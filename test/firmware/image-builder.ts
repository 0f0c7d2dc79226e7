/**
 * Builds vector files from arrays, field by field after vectors/FORMAT.md. It shares nothing with
 * the writer of the project: it is a second reading of the format, for the tests of its readers.
 */
import { crc32 } from 'node:zlib';

export interface Channel {
  readonly tag: string;
  readonly quantity: number;
  readonly group?: number;
  readonly signed?: boolean;
  readonly offset: number;
  readonly storage: 1 | 2 | 4;
  readonly width?: number;
  readonly rounding?: number;
  readonly overflow?: number;
  readonly step?: number;
  readonly origin?: number;
  readonly name?: string;
}

export interface Section {
  readonly tag: string;
  readonly recordSize: number;
  readonly records: number;
  readonly bytes: Uint8Array;
}

/** A file of any kind: the sections given, after the CHAN section made from the channels. */
export function buildFile(
  kind: number,
  channels: readonly Channel[],
  tables: readonly Section[],
): Uint8Array {
  const sections = [channelSection(channels), ...tables];
  const dataStart = 32 + 16 * sections.length;
  const length = sections.reduce((sum, section) => sum + section.bytes.length + 4, dataStart);
  const file = Buffer.alloc(length);
  file.set([0x48, 0x50, 0x56, 0xb7, 0x0d, 0x0a, 0x1a, 0x00]);
  file.writeUInt16LE(1, 8);
  file.writeUInt16LE(32, 10);
  file.writeUInt32LE(kind, 12);
  file.writeUInt32LE(sections.length, 16);
  file.writeUInt32LE(length, 20);
  let offset = dataStart;
  sections.forEach((section, k) => {
    const entry = 32 + 16 * k;
    file.write(section.tag, entry, 4, 'latin1');
    file.writeUInt32LE(offset, entry + 4);
    file.writeUInt32LE(section.recordSize, entry + 8);
    file.writeUInt32LE(section.records, entry + 12);
    file.set(section.bytes, offset);
    offset += section.bytes.length + 4;
  });
  return seal(file);
}

/**
 * A copy in which every CRC matches again, as far as the directory says where one belongs: for
 * damage that is to get past the CRCs.
 */
export function seal(damaged: Uint8Array): Uint8Array {
  const file = Buffer.from(damaged);
  if (file.length < 32) return file;
  const sections = Math.min(file.readUInt32LE(16), Math.floor((file.length - 32) / 16));
  for (let k = 0; k < sections; k++) {
    const entry = 32 + 16 * k;
    const start = file.readUInt32LE(entry + 4);
    const end = start + file.readUInt32LE(entry + 8) * file.readUInt32LE(entry + 12);
    if (start >= 32 && end + 4 <= file.length)
      file.writeUInt32LE(crc32(file.subarray(start, end)), end);
  }
  const directory = file.subarray(32, 32 + 16 * sections);
  file.writeUInt32LE(crc32(directory, crc32(file.subarray(0, 28))), 28);
  return file;
}

export interface ColumnLayout {
  readonly storage: 1 | 2 | 4;
  readonly signed: boolean;
}

export interface CurveCodes {
  readonly voltage: ArrayLike<number>;
  readonly current: ArrayLike<number>;
  /** Points of the curve that are peaks, and which of these is the global one. */
  readonly peaks?: readonly number[];
  readonly globalPeak?: number;
}

/** A file of kind 1, with one irradiance and cell temperature for each curve. */
export function buildCurveSet(
  curves: readonly CurveCodes[],
  voltage: ColumnLayout,
  current: ColumnLayout,
): Uint8Array {
  const points = curves.flatMap(({ voltage: v, current: i }) =>
    Array.from(v, (code, k) => [code, i[k]!]),
  );
  const peaks = curves.flatMap(({ voltage: v, current: i, peaks: at = [] }) =>
    at.map((k) => [v[k]!, i[k]!, Math.max(0, v[k]! * i[k]!) % 0x1_0000_0000]),
  );
  const tables = [
    table('CURV', curveRows(curves), [
      { quantity: 2, storage: 2, signed: false, step: 0.1, name: 'irradiance' },
      { quantity: 3, storage: 2, signed: true, step: 0.1, name: 'temperature' },
      { quantity: 7, ...current, name: 'isc' },
      { quantity: 8, ...voltage, name: 'voc' },
      { quantity: 16, ...INDEX, name: 'first_point' },
      { quantity: 17, ...INDEX, name: 'points' },
      { quantity: 18, ...INDEX, name: 'first_peak' },
      { quantity: 19, ...INDEX, name: 'peaks' },
      { quantity: 20, ...INDEX, name: 'global_peak' },
    ]),
    table('POIN', points, [
      { quantity: 4, ...voltage, step: 0.0125, origin: -0.25, name: 'voltage' },
      { quantity: 5, ...current, step: 0.0025, name: 'current' },
    ]),
    table('PEAK', peaks, [
      { quantity: 9, ...voltage, name: 'peak_voltage' },
      { quantity: 10, ...current, name: 'peak_current' },
      { quantity: 11, ...INDEX, name: 'peak_power' },
    ]),
  ];
  return buildFile(
    1,
    tables.flatMap(({ channels }) => channels),
    tables.map(({ section }) => section),
  );
}

const INDEX = { storage: 4, signed: false } as const;

function curveRows(curves: readonly CurveCodes[]): number[][] {
  let firstPoint = 0;
  let firstPeak = 0;
  return curves.map(({ voltage, current, peaks = [], globalPeak = 0 }, k) => {
    const spans = [firstPoint, voltage.length, firstPeak, peaks.length];
    const ends = [current[0] ?? 0, voltage[voltage.length - 1] ?? 0];
    const row = [10_000 - k, 250 - 400 * (k % 2), ...ends, ...spans, firstPeak + globalPeak];
    firstPoint += voltage.length;
    firstPeak += peaks.length;
    return row;
  });
}

type ColumnOf = Omit<Channel, 'tag' | 'offset'>;

/** Lays columns out one after the other, each at a multiple of its storage. */
export function table(
  tag: string,
  rows: readonly (readonly number[])[],
  columns: readonly ColumnOf[],
): { channels: Channel[]; section: Section } {
  let end = 0;
  const channels = columns.map((column) => {
    const offset = Math.ceil(end / column.storage) * column.storage;
    end = offset + column.storage;
    return { ...column, tag, offset };
  });
  const recordSize = Math.ceil(end / 4) * 4;
  const bytes = Buffer.alloc(recordSize * rows.length);
  rows.forEach((row, r) => {
    channels.forEach(({ offset, storage }, c) => {
      writeCode(bytes, r * recordSize + offset, storage, row[c]!);
    });
  });
  return { channels, section: { tag, recordSize, records: rows.length, bytes } };
}

function writeCode(bytes: Buffer, at: number, storage: number, code: number): void {
  for (let k = 0; k < storage; k++) bytes[at + k] = (code >> (8 * k)) & 0xff;
}

function channelSection(channels: readonly Channel[]): Section {
  const bytes = Buffer.alloc(48 * channels.length);
  channels.forEach((channel, k) => {
    const at = 48 * k;
    bytes.write(channel.tag, at, 4, 'latin1');
    bytes.writeUInt16LE(channel.quantity, at + 4);
    bytes[at + 6] = channel.group ?? 0;
    bytes[at + 7] = channel.signed === true ? 1 : 0;
    bytes.writeUInt16LE(channel.offset, at + 8);
    bytes[at + 10] = channel.storage;
    bytes[at + 11] = channel.width ?? 8 * channel.storage;
    bytes[at + 12] = channel.rounding ?? 0;
    bytes[at + 13] = channel.overflow ?? 0;
    bytes.writeDoubleLE(channel.step ?? 1, at + 16);
    bytes.writeDoubleLE(channel.origin ?? 0, at + 24);
    bytes.write(channel.name ?? '', at + 32, 15, 'latin1');
  });
  return { tag: 'CHAN', recordSize: 48, records: channels.length, bytes };
}
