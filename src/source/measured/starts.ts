/**
 * Starting points for the search, from the data alone. For given idealities and Rs the implicit
 * residuals are linear in photocurrent, Gsh and the diodes' currents, none of which is negative:
 * one small linear problem with one solution. A grid over the rest is a map of the whole valley.
 */
import { exp } from '../../numeric/exponential.js';
import { reduceToTriangle, solveTriangle } from '../../numeric/orthogonal.js';
import type { CurveData } from './curve-data.js';
import { IDEALITY, PER_DIODE, REFERENCE_CURRENT, SERIES_RESISTANCE } from './diode-balance.js';
import type { SearchBox } from './search-box.js';

/** Parameter sets in rising order of error, no two of them neighbours on the grid. */
export function startingPoints(data: CurveData, box: SearchBox, most: number): Float64Array[] {
  const sample = thinned(data);
  const cells = gridCells(box)
    .map((cell) => ({ cell, ...bestLinear(sample, box, cell) }))
    .filter(({ error }) => error < Infinity)
    .sort((a, b) => a.error - b.error);
  const chosen: typeof cells = [];
  for (const candidate of cells) {
    if (chosen.length === most) break;
    if (chosen.every(({ cell }) => !areNeighbours(cell, candidate.cell))) chosen.push(candidate);
  }
  return chosen.map(({ parameters }) => parameters);
}

interface Cell {
  readonly place: readonly number[];
  readonly seriesResistance: number;
  readonly idealities: readonly number[];
}

const RESISTANCES = 14;
const IDEALITIES = { 1: 24, 2: 10 } as const;
/** The map needs the shape of the curve, not every point of a long sweep. */
const MOST_MAPPED = 240;

function gridCells({ scale: { diodeCount }, upper, ideality: [least, most] }: SearchBox): Cell[] {
  const count = IDEALITIES[diodeCount];
  // Finer towards small idealities, where a step moves the curve more.
  const steps = Array.from({ length: count }, (_, index) => {
    const share = index / (count - 1);
    return least + (most - least) * share * (0.4 + 0.6 * share);
  });
  const pairs = steps.flatMap((first, i) =>
    diodeCount === 1
      ? [{ place: [i], idealities: [first] }]
      : steps
          .map((second, j) => ({ place: [i, j], idealities: [first, second] }))
          .filter((_, j) => j > i),
  );
  return pairs.flatMap(({ place, idealities }) =>
    Array.from({ length: RESISTANCES }, (_, index) => {
      const share = index / RESISTANCES;
      const seriesResistance = upper[SERIES_RESISTANCE]! * share * share;
      return { place: [...place, index], idealities, seriesResistance };
    }),
  );
}

const areNeighbours = (a: Cell, b: Cell): boolean =>
  a.place.every((index, axis) => Math.abs(index - b.place[axis]!) <= 1);

function thinned({ voltages, currents }: CurveData) {
  const count = Math.min(voltages.length, MOST_MAPPED);
  const pick = (values: Float64Array): Float64Array =>
    Float64Array.from({ length: count }, (_, index) => {
      const place = count === 1 ? 0 : Math.round((index * (values.length - 1)) / (count - 1));
      return values[place]!;
    });
  return { voltages: pick(voltages), currents: pick(currents) };
}

/**
 * The linear problem under "not negative": its solution leaves some of the columns out and is
 * positive in the others, so trying every choice of columns finds it. The photocurrent stays in.
 */
function bestLinear(
  data: { readonly voltages: Float64Array; readonly currents: Float64Array },
  { scale }: SearchBox,
  cell: Cell,
): { parameters: Float64Array; error: number } {
  const columns = linearColumns(data, scale.perIdeality, scale.reference, cell);
  const parameters = new Float64Array(IDEALITY - 1 + PER_DIODE * scale.diodeCount);
  let error = Infinity;
  // Bit k - 1 of the choice says whether column k takes part.
  for (let choice = 0; choice < 1 << (columns.length - 1); choice++) {
    const taken = [...columns.keys()].filter((k) => k === 0 || ((choice >> (k - 1)) & 1) === 1);
    const solution = solveColumns(columns, taken, data.currents);
    if (!(solution.error < error && solution.shares.every((share) => share >= 0))) continue;
    error = solution.error;
    columns.forEach((_, k) => {
      // Photocurrent and Gsh, then the diodes.
      const place = k < 2 ? k : REFERENCE_CURRENT + PER_DIODE * (k - 2);
      parameters[place] = solution.shares[k]!;
    });
  }
  parameters[SERIES_RESISTANCE] = cell.seriesResistance;
  cell.idealities.forEach((ideality, k) => (parameters[IDEALITY + PER_DIODE * k] = ideality));
  return { parameters, error };
}

function linearColumns(
  { voltages, currents }: { readonly voltages: Float64Array; readonly currents: Float64Array },
  perIdeality: number,
  reference: number,
  { seriesResistance, idealities }: Cell,
): Float64Array[] {
  const junction = voltages.map((voltage, i) => voltage + currents[i]! * seriesResistance);
  const diodes = idealities.map((ideality) => {
    const a = ideality * perIdeality;
    const rest = exp(-reference / a);
    return junction.map((u) => rest - exp((u - reference) / a));
  });
  return [new Float64Array(voltages.length).fill(1), junction.map((u) => -u), ...diodes];
}

function solveColumns(
  columns: readonly Float64Array[],
  taken: readonly number[],
  currents: Float64Array,
): { shares: Float64Array; error: number } {
  const shares = new Float64Array(columns.length);
  const rows = currents.length;
  const n = taken.length;
  if (rows < n) return { shares, error: Infinity };
  const a = new Float64Array(rows * n);
  taken.forEach((column, k) => {
    for (let i = 0; i < rows; i++) a[i * n + k] = columns[column]![i]!;
  });
  const b = currents.slice();
  reduceToTriangle(a, rows, n, b);
  const solution = solveTriangle(a, n, b);
  taken.forEach((column, k) => (shares[column] = solution[k]!));
  let error = 0;
  for (let i = n; i < rows; i++) error += b[i]! * b[i]!;
  return { shares, error: solution.every(Number.isFinite) ? error : Infinity };
}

Task requirements → Would you copy out exactly the lines above that start at the one containing "return values[place]!;" and end at the one containing "for (let choice", inclusive?

Finished exercise →
      return values[place]!;
    });
  return { voltages: pick(voltages), currents: pick(currents) };
}

/**
 * The linear problem under "not negative": its solution leaves some of the columns out and is
 * positive in the others, so trying every choice of columns finds it. The photocurrent stays in.
 */
function bestLinear(
  data: { readonly voltages: Float64Array; readonly currents: Float64Array },
  { scale }: SearchBox,
  cell: Cell,
): { parameters: Float64Array; error: number } {
  const columns = linearColumns(data, scale.perIdeality, scale.reference, cell);
  const parameters = new Float64Array(IDEALITY - 1 + PER_DIODE * scale.diodeCount);
  let error = Infinity;
  // Bit k - 1 of the choice says whether column k takes part.
  for (let choice = 0; choice < 1 << (columns.length - 1); choice++) {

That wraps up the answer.